Thank for all the help on the bank issue. I will pop in to a branch of Activo in Coimbra tomorrow and see if they can help me!

Now, we have found a property which we have both slightly fallen for. We went back for a second look, and on closer inspection there seems to be a lot of woodworm there. From what I can see it is in all the furniture in half of the house. I can see there has been worm in the door frames in the past, but that is old damage. I was more worried about the piles of saw dust collecting on and under some of the chairs, tables and book shelves. There was a lot of it. I am very worried because the ceilings are all wood clad, beautiful old original wood work, and I have no way of knowing if they are affected. Also, the loft space has damaged floor boards, but I can't see if it is the wood worm or just it's age. 

Can anyone recommend a specialist in this area please? I do want to have a builder or surveyor look over the property before I agree final deals and sign the promissory note. Can the woodworm problem be looked at by the same person? 

The property is in Central Portugal, not far from Avelar or Pedrogao Grande. I guess the closest larger town would be Pombal. Or Coimbra is probably only 40 minutes away? 

Any help finding legal representation would also be very much appreciated. The estate agent has offered their legal services but that does not sound too independent to me!! It would sure save some money, but I think I would rather have the peace of mind that comes with knowing that my legal help is completely separate from them and the vendor. 

Cheers!!


----------



## travelling-man (Jun 17, 2011)

I live in the same area and can put you in touch with a very good, English speaking builder and English speaking lawyer if that'll help. 

Be VERY careful about any house that has wood eating infestations here because there's no end of varieties and treatment can be expensive and if not done correctly, ineffective. 
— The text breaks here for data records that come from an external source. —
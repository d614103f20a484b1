"""Nothing lost: an interrupted write leaves the old file whole and no half-written new one, and an
existing output is replaced only with --overwrite."""

from __future__ import annotations

import os
import signal
import subprocess
import sys
import textwrap

import pytest

from nodecast.compiler import bundle as bundle_io
from nodecast.compiler import files
from nodecast.compiler.errors import NodecastError
from tests.helpers import run_cli


def leftovers(folder):
    return sorted(p.name for p in folder.iterdir() if p.name.endswith(".part"))



class _Boom(Exception):
    pass


def test_exception_half_way_through_the_data_keeps_the_old_file(tmp_path, monkeypatch):
    target = tmp_path / "model.ncast"
    target.write_bytes(b"old model")
    real_fdopen = os.fdopen

    class HalfWriter:
        def __init__(self, handle):
            self.handle = handle

        def __enter__(self):
            return self

        def __exit__(self, *exc):
            self.handle.close()

        def write(self, data):
            self.handle.write(data[: len(data) // 2])
            self.handle.flush()
            raise _Boom("disk pulled out")

    monkeypatch.setattr(files.os, "fdopen", lambda fd, mode: HalfWriter(real_fdopen(fd, mode)))
    with pytest.raises(_Boom):
        files.write_atomic(target, b"new model " * 1000, overwrite=True)
    assert target.read_bytes() == b"old model" and leftovers(tmp_path) == []


@pytest.mark.parametrize("interruption", [KeyboardInterrupt, SystemExit, OSError])
def test_interruption_after_writing_before_rename_keeps_the_old_file(tmp_path, monkeypatch,
                                                                     interruption):
    target = tmp_path / "fan.onnx"
    target.write_bytes(b"old")

    def interrupted_sync(fd):
        raise interruption(28, "No space left on device") if interruption is OSError \
            else interruption()

    monkeypatch.setattr(files.os, "fsync", interrupted_sync)
    expected = NodecastError if interruption is OSError else interruption
    with pytest.raises(expected) as info:
        files.write_atomic(target, b"new", overwrite=True)
    if interruption is OSError:
        assert "cannot write" in str(info.value) and "No space left" in str(info.value)
    assert target.read_bytes() == b"old" and leftovers(tmp_path) == []


def test_multi_file_artifact_is_replaced_all_or_nothing(tmp_path, monkeypatch):
    folder = tmp_path / "c"
    folder.mkdir()
    (folder / "model.c").write_bytes(b"old c")
    (folder / "model.h").write_bytes(b"old h")
    real_stage = files._stage

    def stage_then_fail_on_second(path, data):
        if path.name == "model.h":
            raise KeyboardInterrupt
        return real_stage(path, data)

    monkeypatch.setattr(files, "_stage", stage_then_fail_on_second)
    with pytest.raises(KeyboardInterrupt):
        files.write_files(folder, {"model.c": b"new c", "model.h": b"new h"}, overwrite=True)
    # model.c was staged completely before model.h failed: still, neither file changed
    assert (folder / "model.c").read_bytes() == b"old c"
    assert (folder / "model.h").read_bytes() == b"old h"
    assert leftovers(folder) == []
    monkeypatch.setattr(files, "_stage", real_stage)
    files.write_files(folder, {"model.c": b"new c", "model.h": b"new h"}, overwrite=True)
    assert (folder / "model.h").read_bytes() == b"new h"


def test_existing_outputs_are_refused_without_overwrite(tmp_path):
    target = tmp_path / "m.ncast"
    target.write_bytes(b"keep me")
    with pytest.raises(NodecastError, match="already exists; pass --overwrite to replace it"):
        files.write_atomic(target, b"new")
    folder = tmp_path / "c"
    folder.mkdir()
    (folder / "model.h").write_bytes(b"keep")
    with pytest.raises(NodecastError, match="model.h already exists"):
        files.write_files(folder, {"model.c": b"c", "model.h": b"h"})
    assert not (folder / "model.c").exists()  # refused before writing either file
    assert target.read_bytes() == b"keep me"


def test_bad_destinations_are_clear_errors(tmp_path):
    with pytest.raises(NodecastError, match="is a folder; give a file name"):
        files.write_atomic(tmp_path, b"x", overwrite=True)
    with pytest.raises(NodecastError, match="does not exist"):
        files.write_atomic(tmp_path / "absent" / "m.ncast", b"x")
    (tmp_path / "plain").write_bytes(b"")
    with pytest.raises(NodecastError, match="exists and is not a folder"):
        files.write_files(tmp_path / "plain", {"a.c": b""})
    for name in ("../escape.c", "sub/x.c", ".."):
        with pytest.raises(NodecastError, match="not a plain file name"):
            files.write_files(tmp_path / "out", {name: b""})


@pytest.mark.skipif(os.geteuid() == 0, reason="root writes into read-only folders")
def test_read_only_folder_is_a_clear_error(tmp_path):
    folder = tmp_path / "ro"
    folder.mkdir()
    folder.chmod(0o500)
    try:
        with pytest.raises(NodecastError, match="cannot write .*Permission denied"):
            files.write_atomic(folder / "m.ncast", b"x")
    finally:
        folder.chmod(0o700)


def test_written_files_get_ordinary_permissions(tmp_path):
    umask = os.umask(0o022)
    try:
        path = files.write_atomic(tmp_path / "m.ncast", b"x")
    finally:
        os.umask(umask)
    assert path.stat().st_mode & 0o777 == 0o644  # what open(path, "w") gives under umask 022


# -- through the command line, in-process and in a killed process ----------------------------------

@pytest.fixture(scope="module")
def bundle_file(tmp_path_factory):
    from tests.compiler.test_bundle_integrity import tiny_bundle

    path = tmp_path_factory.mktemp("bundle") / "tiny.ncast"
    bundle_io.save(tiny_bundle(), path)
    return path


def test_cli_refuses_to_replace_outputs_without_overwrite(bundle_file, tmp_path, capsys):
    existing = tmp_path / "out.onnx"
    existing.write_bytes(b"precious")
    code, _, err = run_cli(capsys, *["emit", bundle_file, "--to", "onnx", "-o", existing])
    assert code == 2 and "pass --overwrite" in err and existing.read_bytes() == b"precious"
    data = tmp_path / "rows.csv"
    data.write_text("x0,x1\n0.5,0.5\n")
    code, _, err = run_cli(capsys, *["predict", bundle_file, data, "-o", existing])
    assert code == 2 and "pass --overwrite" in err and existing.read_bytes() == b"precious"
    code, _, err = run_cli(capsys, *["train", data, "--target", "x1", "-o", existing])
    assert code == 2 and "pass --overwrite" in err and existing.read_bytes() == b"precious"
    code, _, err = run_cli(capsys, *["emit", bundle_file, "--to", "onnx", "-o", existing, "--overwrite"])
    assert code == 0 and existing.read_bytes().startswith(b"\x08")  # protobuf field 1: ir_version


def test_cli_emit_interrupted_mid_write_keeps_the_old_artifact(bundle_file, tmp_path, monkeypatch,
                                                              capsys):
    existing = tmp_path / "out.onnx"
    existing.write_bytes(b"precious")

    def interrupted_sync(fd):
        raise KeyboardInterrupt

    monkeypatch.setattr(files.os, "fsync", interrupted_sync)
    code, _, _ = run_cli(capsys, *["emit", bundle_file, "--to", "onnx", "-o", existing, "--overwrite"])
    assert code != 0 and existing.read_bytes() == b"precious" and leftovers(tmp_path) == []


CHILD = textwrap.dedent("""
    import os, sys, time
    from nodecast.compiler import files
    def stall(fd):  # the new bytes are in the temporary file; hold here until killed
        print("staged", flush=True)
        time.sleep(60)
    files.os.fsync = stall
    from nodecast.cli import main
    main(sys.argv[1:])
""")


@pytest.mark.parametrize("sig", [signal.SIGTERM, signal.SIGKILL])
@pytest.mark.slow
def test_killed_emit_never_leaves_a_half_written_artifact(bundle_file, tmp_path, sig):
    existing = tmp_path / "out.onnx"
    existing.write_bytes(b"precious")
    child = subprocess.Popen(
        [sys.executable, "-c", CHILD, "emit", str(bundle_file), "--to", "onnx", "-o",
         str(existing), "--overwrite"], stdout=subprocess.PIPE, stderr=subprocess.PIPE, text=True)
    try:
        assert child.stdout.readline().strip() == "staged"
        child.send_signal(sig)
        child.wait(timeout=60)
    finally:
        child.kill()
        child.communicate()
    assert existing.read_bytes() == b"precious"
    if sig == signal.SIGTERM:  # unwinds: exit 128 + 15 and the temporary file is gone
        assert child.returncode == 143 and leftovers(tmp_path) == []
    else:  # a hard kill cannot clean up; what it leaves is a hidden *.part, never the output
        assert child.returncode == -signal.SIGKILL
        assert all(name.startswith(".out.onnx.") for name in leftovers(tmp_path))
I'll send you a PM with my phone numbers and you can contact me if you want me to put you in touch with the right guys.


----------



## travelling-man (Jun 17, 2011)

I should add to my previous comment that I have no commercial connection to either of the guys concerned......... my only link is that they both did excellent work for me and both have since become good friends of mine.


----------



## JohnBoy (Oct 25, 2009)

I will add a totally independent endorsement here to TM's recommendation of a builder. He has already helped some friends of mine who were very close to making a purchase until he pointed out serious problems with the property that none of us had noticed. A nightmare saved.


----------